On the day of this interview with Doroshow, 24 years later, Orem stopped by to say hello to Druker at OHSU.
“I just really enjoy him, and he seems to think that I’m OK. I was the first one of his patients to get this cytogenetic response, and one of the early patients,” she said. “All of his patients are special to him, and he remembers everybody, and he remembers about their family and what’s going on. Just a unique individual. Anytime I get a chance, I say hello.”
Today, far past the expected three- to five-year survival Orem faced, before Gleevec became the standard of care treatment for CML, Orem likes to spend time with her family.
“I have welcomed two grandchildren. Our grandson just graduated high school in March, got through early. As I was telling somebody this morning, COVID made it such that people were really pretty confined places,” she said. “Our granddaughter had just gotten her permit. I attend church, but church was online. So I said, ‘Sunday mornings are good mornings, not very many people out driving. Let’s go driving.’”

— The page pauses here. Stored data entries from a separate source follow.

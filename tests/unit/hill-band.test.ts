import tQuantiles from '../fixtures/check-values/student-t-quantiles.json';
import { describe, expect, test } from 'vitest';
import { hillBand } from '@/lib/science/fit/hill-band';
import { fitHill } from '@/lib/science/fit/hill-fit';

describe('confidence band of a Hill fit', () => {
  // Generated data with known truth (IC50 1 µM, slope 1) plus fixed alternating offsets of ±0.03.
  const c = [0.01, 0.03, 0.1, 0.3, 1, 3, 10, 30];
  const block = c.map((x, i) => 1 / (1 + 1 / x) + (i % 2 === 0 ? 0.03 : -0.03));
  const fit = fitHill({ concentration_uM: c, block });
  const e = fit.estimate!;

  test('the band surrounds the fitted curve and is narrowest near the data centre', () => {
    const band = hillBand('hill2', e.parameters, e.covariance, e.degreesOfFreedom, [0.001, 1, 1000]);
    for (const point of band) {
      expect(point.low!).toBeLessThanOrEqual(point.block);
      expect(point.high!).toBeGreaterThanOrEqual(point.block);
    }
    // At C = IC50 the hill2 curve is 0.5 by definition of IC50.
    const atIc50 = hillBand('hill2', e.parameters, e.covariance, e.degreesOfFreedom, [e.ic50_uM])[0]!;
    expect(atIc50.block).toBeCloseTo(0.5, 12);
  });

  test('at C = IC50 the half-width is t·SE(log10 IC50)·(n·ln10/4), the delta method worked by hand', () => {
    // For hill2, ∂f/∂log10IC50 at C = IC50 is −n·ln10·s(1−s) = −n·ln10/4 and ∂f/∂n is 0 there,
    // so Var f = (n·ln10/4)²·Var(log10 IC50). t from jStat; worked by hand (no outside source).
    const [point] = hillBand('hill2', e.parameters, e.covariance, e.degreesOfFreedom, [e.ic50_uM]);
    // t₀.₉₇₅ with 6 degrees of freedom (student-t-quantiles.json; standard t tables: 2.447).
    const t = tQuantiles.quantiles.find(
      (q) => q.probability === 0.975 && q.degreesOfFreedom === e.degreesOfFreedom,
    )!.t;
    const expected = (t * e.log10Ic50Se! * (e.hillSlope * Math.LN10)) / 4;
    expect(point!.high! - point!.block).toBeCloseTo(expected, 8);
  });

  test('without a covariance there is no band', () => {
    const [point] = hillBand('hill2', e.parameters, null, e.degreesOfFreedom, [1]);
    expect(point!.low).toBeNull();
  });
});
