// The forecast routes' query schemas: what they accept, and the exact messages people see otherwise.
import { describe, expect, test } from 'vitest';
import { compoundForecastQuerySchema, plateForecastQuerySchema } from '@/lib/validation/forecasts';

const AT = 'at must be the index of one of the screen’s exposures.';

describe('plate forecast query', () => {
  test.each([
    [{}, {}],
    [{ at: '' }, {}],
    [{ at: '2' }, { at: 2 }],
    [
      { compoundId: '6f1c9a52-8a43-4d5e-9b7e-2f0d7c1e4a10', at: '0' },
      { compoundId: '6f1c9a52-8a43-4d5e-9b7e-2f0d7c1e4a10', at: 0 },
    ],
  ])('accepts %j', (query, parsed) => {
    expect(plateForecastQuerySchema.parse(query)).toEqual(parsed);
  });

  test.each([
    [{ at: 'x' }, AT],
    [{ at: '-1' }, AT],
    [{ at: '1.5' }, AT],
    [{ compoundId: 'GW-0001' }, 'compoundId must be the id of a compound on this plate.'],
  ])('refuses %j', (query, message) => {
    expect(plateForecastQuerySchema.safeParse(query).error!.issues[0]!.message).toBe(message);
  });
});

test('compound forecast query refuses a screen that is not an id', () => {
  expect(compoundForecastQuerySchema.safeParse({ screenId: 'Pain' }).error!.issues[0]!.message).toBe(
    'screenId must be the id of a screen the compound was tested in.',
  );
});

Orem’s time managing her CML with interferon had not been easy. She was fired from her job as a secretary at a school, relocated to Portland for treatment, and had painful side effects.
Still, she kept a positive outlook—especially when speaking with members of CML support groups.
“A lot of us kept in contact. It was just–I think what I tried to get to them, is I’m still here. I think that was an important thing to know,” she said.